Катер долго не может пристать, пятится, фырчит, брызгается винтом. Наконец сбрасывает сходни. Длинной, осторожной цепочкой спускаются раненые. Их много. Очень много. Сперва ходячие, потом на носилках. Их уносят куда-то в кусты. Слышны гудки машин.
Потом грузят ящики. Закатывают пушки. Топчутся лошади по сходням. Одна проваливается, ее вытаскивают из воды и опять ведут. Против ожидания, все идет спокойно и организованно. Даже комбата моего не слышно.
Мы отчаливаем, когда уже начинает светать, и сплошная масса, как казалось раньше, чего-то неопределенного за нашей спиной превращается в легкое кружево осинника. Мы стоим, вплотную прижавшись друг к другу. Кто-то дышит мне прямо в лицо чесноком. Глухо стучит где-то под ногами машина. Кто-то грызет семечки, шумно сплевывая. Валега, облокотившись на шинель, перекинутую через борт, смотрит на горящий город.
— Большой он все-таки, — говорит кто-то за моей спиной, — как Москва.
— Не большой, а длинный, — поправляет чей-то мальчишеский голос, пятьдесят километров в длину. Я был до войны.
— Пятьдесят?
— Тютелька в тютельку, от Сарепты до Тракторного. Ого!
— Что "ого"?
— Войск много надо, чтоб удержать. Дивизий десять. А то и пятнадцать.
— А ты думаешь, тут меньше? Каждую ночь перебрасывают.
Катер огибает острую, почти незаметную в темноте косу. Где-то над нами пролетают со свистом мины. Ударяются позади в воду.
— Не нравится фрицу, что едем, в Волгу спихнуть хочет.
Мальчишеский голос смеется:
— А чего же ему хотеть? Конечно, спихнуть. Рус бульбуль, — и опять смеется.
— Фрицу многое чего хочется, — вступает кто-то третий, по-видимому, пожилой, судя по голосу, — а нам никак уже дальше нельзя… До точки уже допятились. До самого края земли. Куда уж дальше…
Слышно, как кто-то кого-то хлопает по шинели.

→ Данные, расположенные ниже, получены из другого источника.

def _violations(network: Network, coefficients: Array, grid: Array) -> tuple[list[float], float]:
    """Return the frequencies of the peaks that violate, and the largest violation relative to the local gain."""

    def excess(w: Array) -> Array:
        size = network.size(w)
        found = violation(network.response(w, coefficients), network.kind)
        # a network that is zero there is passive
        return np.where((size > 0) | (found > 0), found / np.maximum(size, 1e-300), -1.0)

    values = excess(grid)
    padded = np.concatenate([[-np.inf], values, [-np.inf]])
    peaks = np.flatnonzero((values >= padded[:-2]) & (values >= padded[2:]) & (values > -2 * network.margin))
    if peaks.size > MOST_PEAKS:
        # a lossless network is at the boundary everywhere: some of it at a time, evenly
        peaks = peaks[np.unique(np.rint(np.linspace(0, peaks.size - 1, MOST_PEAKS)).astype(int))]
    found: list[float] = []
    worst = float(np.max(values))
    for k in peaks.tolist():
        w, value = float(grid[k]), float(values[k])
        low, high = float(grid[max(k - 1, 0)]), float(grid[min(k + 1, grid.size - 1)])
        if np.isfinite(w):
            high = high if np.isfinite(high) else 2 * w
            for _ in range(ZOOMS):
                near = np.linspace(low, high, ZOOM)
                there = excess(near)
                best = int(np.argmax(there))
                if there[best] > value:
                    w, value = float(near[best]), float(there[best])
                low, high = float(near[max(best - 1, 0)]), float(near[min(best + 1, ZOOM - 1)])
        worst = max(worst, value)
        if value > -network.margin / 2:
            found.append(w)
    # a pole at the origin: its residue by itself
    if network.kind == "positive-real" and _origin_excess(network, coefficients) > -network.margin / 2:
        found.append(AT_ORIGIN)
    return found, worst
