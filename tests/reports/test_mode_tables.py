"""The table of modes and channels of a fit."""

from __future__ import annotations

import math
from typing import Any

import pytest

from realize.reports.look import Page
from realize.reports.modes import bars_in_words, channels_table, modes_table

BARS: dict[str, Any] = {
    "basis": "information",
    "level": 1.0,
    "freedom": 100,
    "correlation": 0.01,
    "white": True,
    "independent": True,
    "enlarged": False,
    "growth": 1.0,
    "excludes": "errors of the model",
}


def mode(hertz: float, **more: Any) -> dict[str, Any]:
    return {
        "frequency": 2 * math.pi * hertz,
        "frequency_deviation": 2 * math.pi * hertz * 1e-4,
        "damping": 0.005,
        "damping_deviation": 1e-4,
        "dominance": 0.5,
        "pair": True,
        "rank": 1,
        "strength": 50.0,
        "cancelling": False,
        "output_shape": [[1.0, 0.0]],
        "output_shape_deviation": [0.0],
        "input_shape": [[1.0, 0.0]],
        "input_shape_deviation": [0.0],
    } | more


def lines(text: str) -> list[str]:
    return [" ".join(line.split()) for line in text.splitlines()]


def test_frequencies_damping_and_bars_in_one_unit() -> None:
    text = lines(modes_table({"modes": [mode(120.0), mode(2400.0)], "bars": BARS}))
    assert text[1].startswith("kHz ± damping ± share")
    assert "0.12 0.01 % 0.005 2 % 50 %" in text
    assert "2.4 0.01 % 0.005 2 % 50 %" in text
    assert any("Not in the bars: errors of the model." in line for line in text)


def test_shapes_with_phase_and_a_mode_that_may_be_noise() -> None:
    shape = [[1.0, 0.0], [-0.5, 1e-9], [0.0, 0.25]]
    text = modes_table({"modes": [mode(3, output_shape=shape, cancelling=True, rank=2)], "bars": BARS})
    assert "1 0.5∠180 0.25∠90" in " ".join(text.split())
    assert "may be noise" in text
    assert "inputs" not in text
    modes_table({"modes": [mode(3, output_shape=shape * 9)], "bars": BARS}, page=Page(40, False, True)).encode("ascii")


def test_a_real_pole_and_what_is_open() -> None:
    one = mode(1.0, pair=False, damping=1.0, damping_deviation=None, frequency_deviation=None)
    text = lines(modes_table({"modes": [one], "bars": BARS | {"level": None}}))
    assert any("open real pole" in line for line in text)
    assert any("No bars" in line for line in text)
    assert modes_table({"modes": [], "bars": BARS}) == "no modes: order 0\n"
    many = modes_table({"modes": [mode(k + 1.0) for k in range(60)], "bars": BARS})
    assert "and 20 more modes" in many


@pytest.mark.parametrize(
    ("change", "text"),
    [
        ({"basis": "sandwich", "white": False, "growth": 1.7, "correlation": 0.66}, "up to 1.7: neighbouring lines"),
        ({"basis": "sandwich", "independent": False, "growth": 2.0}, "channels err together"),
        ({"basis": "sandwich", "growth": 2.0}, "larger in places"),
        ({"enlarged": True, "level": 3.0}, "3 times the deviations given"),
    ],
)
def test_what_the_bars_rest_on(change: dict[str, Any], text: str) -> None:
    assert text in " ".join(bars_in_words(BARS | change))


def test_channels() -> None:
    row = {"output": 1, "input": 0, "rms": 0.01, "weighted": 1.02, "worst": 0.05, "frequency": 2 * math.pi * 60}
    text = lines(channels_table({"channels": [row] * 50}))
    assert "0 → 1 0.01 1.02 0.05 60 Hz" in text
    assert text[-1] == "... and 10 more channels"
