"""The screen of `inspect`: one screen, whole lines, what is wrong before the lists."""

from __future__ import annotations

import numpy as np
import pytest

from realize import Signal, StateSpace, TransferFunction, ZeroPoleGain, inspect
from realize.reports import inspect_table
from realize.reports.look import Page


def ladder(n):
    A = -2 * np.eye(n) + np.diag(np.ones(n - 1), 1) + np.diag(np.ones(n - 1), -1)
    return StateSpace(A=1e3 * A, B=1e3 * np.eye(n)[:, :1], C=np.eye(n)[-1:])


def many_modes():
    rng = np.random.default_rng(8)
    w, n = 10 ** rng.uniform(1, 3, 12), 24
    A = np.zeros((n, n))
    for k in range(12):
        A[2 * k : 2 * k + 2, 2 * k : 2 * k + 2] = [[0, 1], [-(w[k] ** 2), -1e-3 * w[k]]]
    B, C = np.zeros((n, 3)), np.zeros((2, n))
    B[1::2], C[:, ::2] = rng.standard_normal((12, 3)), rng.standard_normal((2, 12))
    B[23] *= 1e-9
    names = [Signal("a rather long name of a motor torque at the base", "N*m"), Signal("", ""), Signal("brake", "N*m")]
    return StateSpace(A=A, B=B, C=C, inputs=tuple(names))


PLANTS = {
    "modes": many_modes(),
    "ladder": ladder(30),
    "unstable": TransferFunction(numerator=[2.0, 1.0], denominator=[1.0, 0.2, -3.0, 4.0]),
    "near": ZeroPoleGain(zeros=[-1.0000000003, -5.0], poles=[-1.0, -2.0, -700.0, -1e9], gain=3e3),
    "constant": TransferFunction(numerator=[3.0], denominator=[2.0]),
}


@pytest.mark.parametrize("width", [80, 110])
@pytest.mark.parametrize("name", list(PLANTS))
def test_one_screen(name, width):
    text = inspect_table(inspect(PLANTS[name]), page=Page(width=width))
    lines = text.splitlines()
    assert max(len(line) for line in lines) <= width
    assert len(lines) <= 50
    assert "None" not in text and "nan" not in text


def test_advice_stands_under_what_was_found_and_before_the_lists():
    text = inspect_table(inspect(PLANTS["near"]))
    lines = [line.strip() for line in text.splitlines()]
    found = next(k for k, line in enumerate(lines) if line.startswith("! 1 zero lies within"))
    advice = next(k for k, line in enumerate(lines) if k > found and line.startswith("→"))
    assert advice - found <= 3
    assert advice < next(k for k, line in enumerate(lines) if line.startswith("pole "))


def test_hankel_values_say_how_good_they_are_and_how_many_count():
    text = " ".join(inspect_table(inspect(PLANTS["ladder"])).split())
    assert "(30 in all)" in text and "proved within" in text
    values = inspect(PLANTS["ladder"])["hankel_singular_values"]
    assert f"{sum(v >= 0.01 * values[0] for v in values)} above 1 %" in text


def test_long_lists_are_cut_and_say_so():
    text = inspect_table(inspect(PLANTS["ladder"]))
    assert "and 22 more rows" in text


def test_structure_and_dynamics_in_a_line():
    text = " ".join(inspect_table(inspect(PLANTS["modes"])).split())
    assert "controllability indices 8, 8, 8" in text and "observability indices 12, 12" in text
    assert "lightest damping 0.0005" in text
    zero = inspect(StateSpace(A=[[-1.0]], B=[[1.0, 0.0]], C=[[1.0]]))
    assert "1 channel is identically zero" in " ".join(inspect_table(zero).split())
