"""Coordinates in the table for people: the condition of the transform and the facts of the form."""

from __future__ import annotations

from typing import Any

import pytest

import realize
from realize.models import StateSpace
from realize.reports.coordinates import coordinates_rows
from realize.reports.tables import receipt_table

#: -2 is reached by no input.
PLANT = StateSpace(
    A=[[-1.0, 1.0, 0.0, 0.0], [0.0, -2.0, 0.0, 0.0], [0.5, 0.0, -3.0, 1.0], [0.0, 0.0, -1.0, -3.0]],
    B=[[1.0], [0.0], [1.0], [1.0]],
    C=[[1.0, 2.0, 0.0, 1.0]],
)


@pytest.mark.parametrize(
    ("form", "facts"),
    [
        ("kalman", ["3 reachable and observable", "1 observable", "0 neither", "decided exactly", "condition 1"]),
        ("reachable-staircase", ["3 reachable, 1 unreachable", "steps of 1, 1, 1", "controllability indices 3"]),
        ("observable-staircase", ["4 observable, 0 unobservable", "observability indices 4"]),
        ("controller-hessenberg", ["1 subdiagonal", "condition 1"]),
        ("schur", ["3 blocks of 1, 1, 2", "condition 1"]),
        ("modal", ["3 blocks of 1, 1, 2", "condition 2.64"]),
        ("scaled", ["6 before, 6 after"]),
        ("controllability", ["no transform from the source's states"]),
    ],
)
def test_the_facts_of_a_form_stand_in_the_table(form: str, facts: list[str]) -> None:
    made = realize.convert(PLANT, "state-space", form=form, force=True)
    text = receipt_table(made)
    assert max(len(line) for line in text.splitlines()) <= 80
    joined = " ".join(text.split())
    for fact in facts:
        assert fact in joined
    rows = coordinates_rows(made.receipt.details)
    assert [title for title, _ in rows] == ["coordinates", "of the form"][: len(rows)]


def test_nothing_is_said_without_a_form() -> None:
    made = realize.convert(PLANT, "transfer-function")
    assert coordinates_rows(made.receipt.details) == []
    assert "of the form" not in receipt_table(made)


def test_many_blocks_are_counted() -> None:
    record: dict[str, Any] = {"form": "schur", "condition": 1.0, "blocks": [{"size": 1 + k % 2} for k in range(500)]}
    assert coordinates_rows({"coordinates": record})[1][1] == "500 blocks of 2 (250 times), 1 (250 times)"
    record = {"form": "reachable-staircase", "condition": 1.0, "controllability_indices": [3] * 20}
    assert coordinates_rows({"coordinates": record})[1][1].endswith("and 8 more")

— Правильно, папаша. Вот это по-нашему, по-моряцки. Сами уж никак купаться не полезем. Больно вода холодная… Правда?
И все смеются.
Я стараюсь повернуть голову. Это очень трудно, — я сжат со всех сторон. Скошенным глазом вижу только белесые пятна лиц и чье-то ухо. Мы подъезжаем к берегу.
19
Катер опять никак не может подойти вплотную к причалу. Соскакиваем прямо в воду, мутную и холодную.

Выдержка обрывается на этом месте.